- [The data]
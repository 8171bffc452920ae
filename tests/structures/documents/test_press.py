from datetime import date

import pytest
import typst

from structures.documents.press import FONTS, press
from structures.drawing.section import draw_section
from tests.structures.documents.pdf import read_pdf
from tests.structures.drawing.views import VIEWS

ON = date(2027, 3, 14)
WORDS = {
    "title": "नेर्लवाडी <ford> & #sys.inputs $x$ *bold*",
    "site": "NE-07",
    "stream": "Nerla",
    "document": "a leaf",
    "date": "14 Mar 2027",
    "revision": "abc",
    "closing": "Local codes decide.",
}
SOURCE = """
#import "leaf.typ": drawing, leaf, not-known, values
#let data = json("data.json")
#show: leaf.with(data)
= #data.title
#not-known(("Rock is not known.",))
#values(("item", "m"), (("crest", "249.40"),), numbers: (1,))
#drawing("section.svg", "a section")
"""


def leaf(**changes):
    drawings = {"section.svg": draw_section(VIEWS["A"]())}
    return press(SOURCE, WORDS | changes, made_on=ON, drawings=drawings)


@pytest.fixture(scope="module")
def paper():
    return read_pdf(leaf())


def test_sheets_are_a4(paper):
    """Oracle: ISO 216, 210 by 297 mm."""
    assert set(paper.sheets_mm) == {(210.0, 297.0)}


def test_the_shipped_fonts_are_embedded_and_no_other(paper):
    assert paper.fonts == {
        "NotoSans-Regular",
        "NotoSans-Bold",
        "NotoSansDevanagari-Bold",
    }
    assert paper.embedded == len(paper.fonts)


def test_words_are_printed_as_they_are(paper):
    """No word of a survey is ever read as source."""
    assert "<ford> & #sys.inputs $x$ *bold*" in paper.words.replace("\n", "")
    for word in ("Not known", "Rock is not known.", "249.40", "Local codes decide.", "approved by"):
        assert word in paper.words


def test_the_title_block_counts_its_sheets(paper):
    assert "1 of 1" in paper.words


def test_the_drawing_is_text_and_lines(paper):
    """A drawing that was turned into a picture would have no words."""
    assert "wall 53.33 m" in paper.words.replace("\n", "")
    assert b"/Subtype/Image" not in leaf()


def test_the_same_words_give_the_same_bytes():
    assert leaf() == leaf()
    assert leaf() != leaf(stream="Odre")


def test_the_fonts_are_found_by_the_typesetter():
    fonts = typst.Fonts(
        include_system_fonts=False, include_embedded_fonts=False, font_paths=[str(FONTS)]
    )
    assert fonts.families() == ["Noto Sans", "Noto Sans Devanagari"]
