"""A small reader of the PDFs that the press makes: sheets, fonts, words. Source: ISO 32000-1."""

from __future__ import annotations

import re
import zlib
from dataclasses import dataclass

OBJECT = re.compile(rb"(?:^|\n)(\d+) 0 obj\s(.*?)\nendobj", re.DOTALL)
STREAM = re.compile(rb"stream\r?\n(.*)endstream", re.DOTALL)
TEXT = re.compile(rb"BT\s(.*?)\sET\b", re.DOTALL)
FONT = re.compile(rb"/(f\d+) [\d.]+ Tf")
ESCAPE = re.compile(rb"\\([0-7]{1,3}|.)", re.DOTALL)
NAMED = {b"n": b"\n", b"r": b"\r", b"t": b"\t", b"b": b"\b", b"f": b"\f"}


@dataclass(frozen=True)
class Paper:
    """What a PDF says of itself."""

    sheets_mm: list
    fonts: set
    embedded: int
    words: str


def read_pdf(data):
    assert data.startswith(b"%PDF-")
    objects = {int(number): body for number, body in OBJECT.findall(data)}
    pages = [body for body in objects.values() if b"/Type/Page/" in body]
    boxes = [re.search(rb"/MediaBox\[0 0 ([\d.]+) ([\d.]+)\]", page) for page in pages]
    descriptors = [body for body in objects.values() if b"/Type/FontDescriptor" in body]
    names = {re.search(rb"/FontName/\w+\+([\w-]+)", body)[1].decode() for body in descriptors}
    return Paper(
        sheets_mm=[
            tuple(round(float(side) / 72 * 25.4, 1) for side in box.groups()) for box in boxes
        ],
        fonts=names,
        embedded=sum(b"/FontFile2" in body for body in descriptors),
        words="\n".join(_page_words(objects, page) for page in pages),
    )


def _content(body):
    raw = STREAM.search(body)[1]
    return zlib.decompress(raw) if b"/FlateDecode" in body[: body.index(b"stream")] else raw


def _page_words(objects, page):
    resources = objects[int(re.search(rb"/Resources (\d+) 0 R", page)[1])]
    fonts = {
        name: _letters(objects, int(number))
        for name, number in re.findall(rb"/(f\d+) (\d+) 0 R", resources)
    }
    content = _content(objects[int(re.search(rb"/Contents (\d+) 0 R", page)[1])])
    lines = []
    for shown in TEXT.findall(content):
        letters = fonts[FONT.search(shown)[1]]
        codes = b"".join(_strings(shown))
        pairs = zip(codes[::2], codes[1::2], strict=True)
        lines.append("".join(letters.get(256 * high + low, "") for high, low in pairs))
    return "\n".join(lines)


def _strings(shown):
    """The literal strings of a text object; parentheses may nest."""
    at = 0
    while (at := shown.find(b"(", at)) >= 0:
        depth, stop = 1, at + 1
        while depth:
            step = 2 if shown[stop : stop + 1] == b"\\" else 1
            depth += {b"(": 1, b")": -1}.get(shown[stop : stop + 1], 0)
            stop += step
        yield ESCAPE.sub(_plain, shown[at + 1 : stop - 1])
        at = stop


def _plain(match):
    code = match[1]
    return bytes([int(code, 8)]) if code[:1].isdigit() else NAMED.get(code, code)


def _letters(objects, number):
    """Code -> letters, from the font's ToUnicode map."""
    to_unicode = int(re.search(rb"/ToUnicode (\d+) 0 R", objects[number])[1])
    pairs = re.findall(rb"<([0-9A-F]{4})> <([0-9A-F]+)>\n", _content(objects[to_unicode]))
    return {
        int(code, 16): bytes.fromhex(letters.decode()).decode("utf-16-be")
        for code, letters in pairs
    }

- [Exercise instructions] Copy out every line of the listing that includes the string "pytest".

- [Solution for this problem]
import pytest
@pytest.fixture(scope="module")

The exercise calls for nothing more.